Learning-Rate-Free Stochastic Optimization over Riemannian Manifolds
Daniel Dodd, Louis Sharrock, Christopher Nemeth
TL;DR
This work addresses the sensitivity of stochastic optimization on Riemannian manifolds to learning-rate choices by introducing learning-rate-free algorithms. The three main methods—RDoG, NRDoG, and RDoWG—leverage Distance over Gradients and Distance over Weighted Gradients to adapt step sizes without prior knowledge of the optimum distance, achieving high-probability convergence rates that are optimal up to logarithmic factors.
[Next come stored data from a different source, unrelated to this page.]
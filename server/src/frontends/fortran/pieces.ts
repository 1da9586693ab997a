/**
 * Where the pieces of a file part: at the procedures of a module or a program and at the units themselves, so that an edit leaves all
 * procedures but one as they were. Found by a scan of the lines, without reading what stands in them.
 */
import type { Span } from '../../text/span.ts';
import { fixedField, isFixedComment, lineEnd, nextLine, type SourceForm } from './tokens.ts';

const type = '(?:(?:integer|real|complex|character|logical|type|class|double\\s*precision|byte)\\s*(?:\\*\\s*\\d+)?\\s*(?:\\((?:[^()]|\\([^()]*\\))*\\))?\\s*)';
const head = new RegExp(`^(?:(?:pure|elemental|impure|recursive|non_recursive|module)\\s+|${type})*(?:function|subroutine)\\s+[a-z]|^(?:(?:pure|elemental|impure|recursive)\\s+)*module\\s+procedure\\s+\\w+\\s*(?:!|$)`, 'i');
const container = /^(?:program\s+[a-z]\w*\s*(?:!|;|$)|module\s+(?!procedure\b)[a-z]\w*\s*(?:!|;|$)|submodule\s*\(|block\s*data\b)/i;
const unitEnd = /^end\s*(?:(?:function|subroutine|procedure|program|module|submodule|block\s*data)\b\s*(?:\w*\s*(?:!|;|$))|(?:!|;|$))/i;
const interfaceStart = /^(?:abstract\s+)?interface\b(?!\s*(?:[=%]|\((?!.*\)\s*$)))/i;
const interfaceEnd = /^end\s*interface\b/i;
const typeStart = /^type\s*(?:,|::|\s[a-z]\w*\s*(?:!|$))/i;
const typeEnd = /^end\s*type\b/i;
const contains = /^contains\s*(?:!|;|$)/i;
/** The letters that such a line can begin with. */
const telling = /[a-z]/i;

/** Splits a file; every piece ends behind a line, and all of them together are the text. */
export function splitPieces(text: string, form: SourceForm): readonly Span[] {
  const splitter = new Splitter(text, form);
  return splitter.run();
}

class Splitter {
  private readonly pieces: Span[] = [];
  private start = 0;
  /** Units that are open: containers and procedures. */
  private readonly open: ('container' | 'procedure')[] = [];
  private inInterface = false;
  private inType = false;
  private goesOn = false;

  constructor(private readonly text: string, private readonly form: SourceForm) {}

  run(): readonly Span[] {
    const { text } = this;
    for (let at = 0; at < text.length; ) {
      const end = lineEnd(text, at);
      const next = nextLine(text, end);
      this.line(at, end, next);
      at = next;
    }
    if (this.start < text.length) this.close(text.length);
    return this.pieces;
  }

  private close(end: number): void {
    if (end > this.start) this.pieces.push({ start: this.start, end });
    this.start = end;
  }

  /** The statement of a line, where it may be one that parts pieces. */
  private line(start: number, end: number, next: number): void {
    const { text } = this;
    let at = start;
    if (this.form === 'fixed') {
      if (isFixedComment(text, start, end)) return;
      const field = fixedField(text, start, end);
      if (field.continues) return;
      at = field.start;
    }
    while (at < end && (text.charCodeAt(at) === 32 || text.charCodeAt(at) === 9)) at++;
    if (at >= end || text[at] === '!' || text[at] === '#') return;
    const continued = this.goesOn;
    this.goesOn = this.form === 'free' && holdsAmpersand(text, at, end) && /&[ \t]*(?:!.*)?$/.test(text.slice(at, end));
    if (!continued && telling.test(text[at] as string)) this.statement(text.slice(at, Math.min(end, at + 200)), next);
  }

  private statement(line: string, next: number): void {
    if (this.inInterface) {
      if (interfaceEnd.test(line)) this.inInterface = false;
    } else if (this.inType) {
      if (typeEnd.test(line)) this.inType = false;
    } else if (interfaceStart.test(line)) this.inInterface = true;
    else if (typeStart.test(line)) this.inType = true;
    else if (unitEnd.test(line)) this.unitEnds(next);
    else if (container.test(line)) this.open.push('container');
    else if (head.test(line)) this.open.push('procedure');
    else if (contains.test(line) && !this.open.includes('procedure')) this.close(next);
  }

  /** A procedure that stands in nothing but containers is a piece; the end of a container goes with what stands before it. */
  private unitEnds(next: number): void {
    const closed = this.open.pop();
    if (closed === 'procedure' && !this.open.includes('procedure')) this.close(next);
    else if (closed !== 'procedure' && this.open.length === 0) this.join(next);
  }

  private join(next: number): void {
    const last = this.pieces.at(-1);
    const between = this.text.slice(this.start, next);
    if (last && /^(?:[ \t]*(?:!.*)?\r?\n)*[ \t]*end\b[^\n]*\n?$/i.test(between)) {
      this.pieces[this.pieces.length - 1] = { start: last.start, end: next };
      this.start = next;
    } else this.close(next);
  }
}

function holdsAmpersand(text: string, start: number, end: number): boolean {
  for (let at = end - 1; at > start; at--) if (text.charCodeAt(at) === 38) return true;
  return false;
}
The framework supports bounded-iterate guarantees and includes curvature-aware and curvature-omitting variants, with theoretical results complemented by experiments on Rayleigh quotient on the sphere, Grassmann PCA, and Poincaré ball embeddings showing robustness against initialization and hyperparameter tuning. Overall, these LR-free approaches offer robust, scalable alternatives for geodesically convex stochastic optimization with practical impact across manifold-structured learning tasks.
Abstract
In recent years, interest in gradient-based optimization over Riemannian manifolds has surged. However, a significant challenge lies in the reliance on hyperparameters, especially the learning rate, which requires meticulous tuning by practitioners to ensure convergence at a suitable rate. In this work, we introduce innovative learning-rate-free algorithms for stochastic optimization over Riemannian manifolds, eliminating the need for hand-tuning and providing a more robust and user-friendly approach. We establish high probability convergence guarantees that are optimal, up to logarithmic factors, compared to the best-known optimally tuned rate in the deterministic setting. Our approach is validated through numerical experiments, demonstrating competitive performance against learning-rate-dependent algorithms.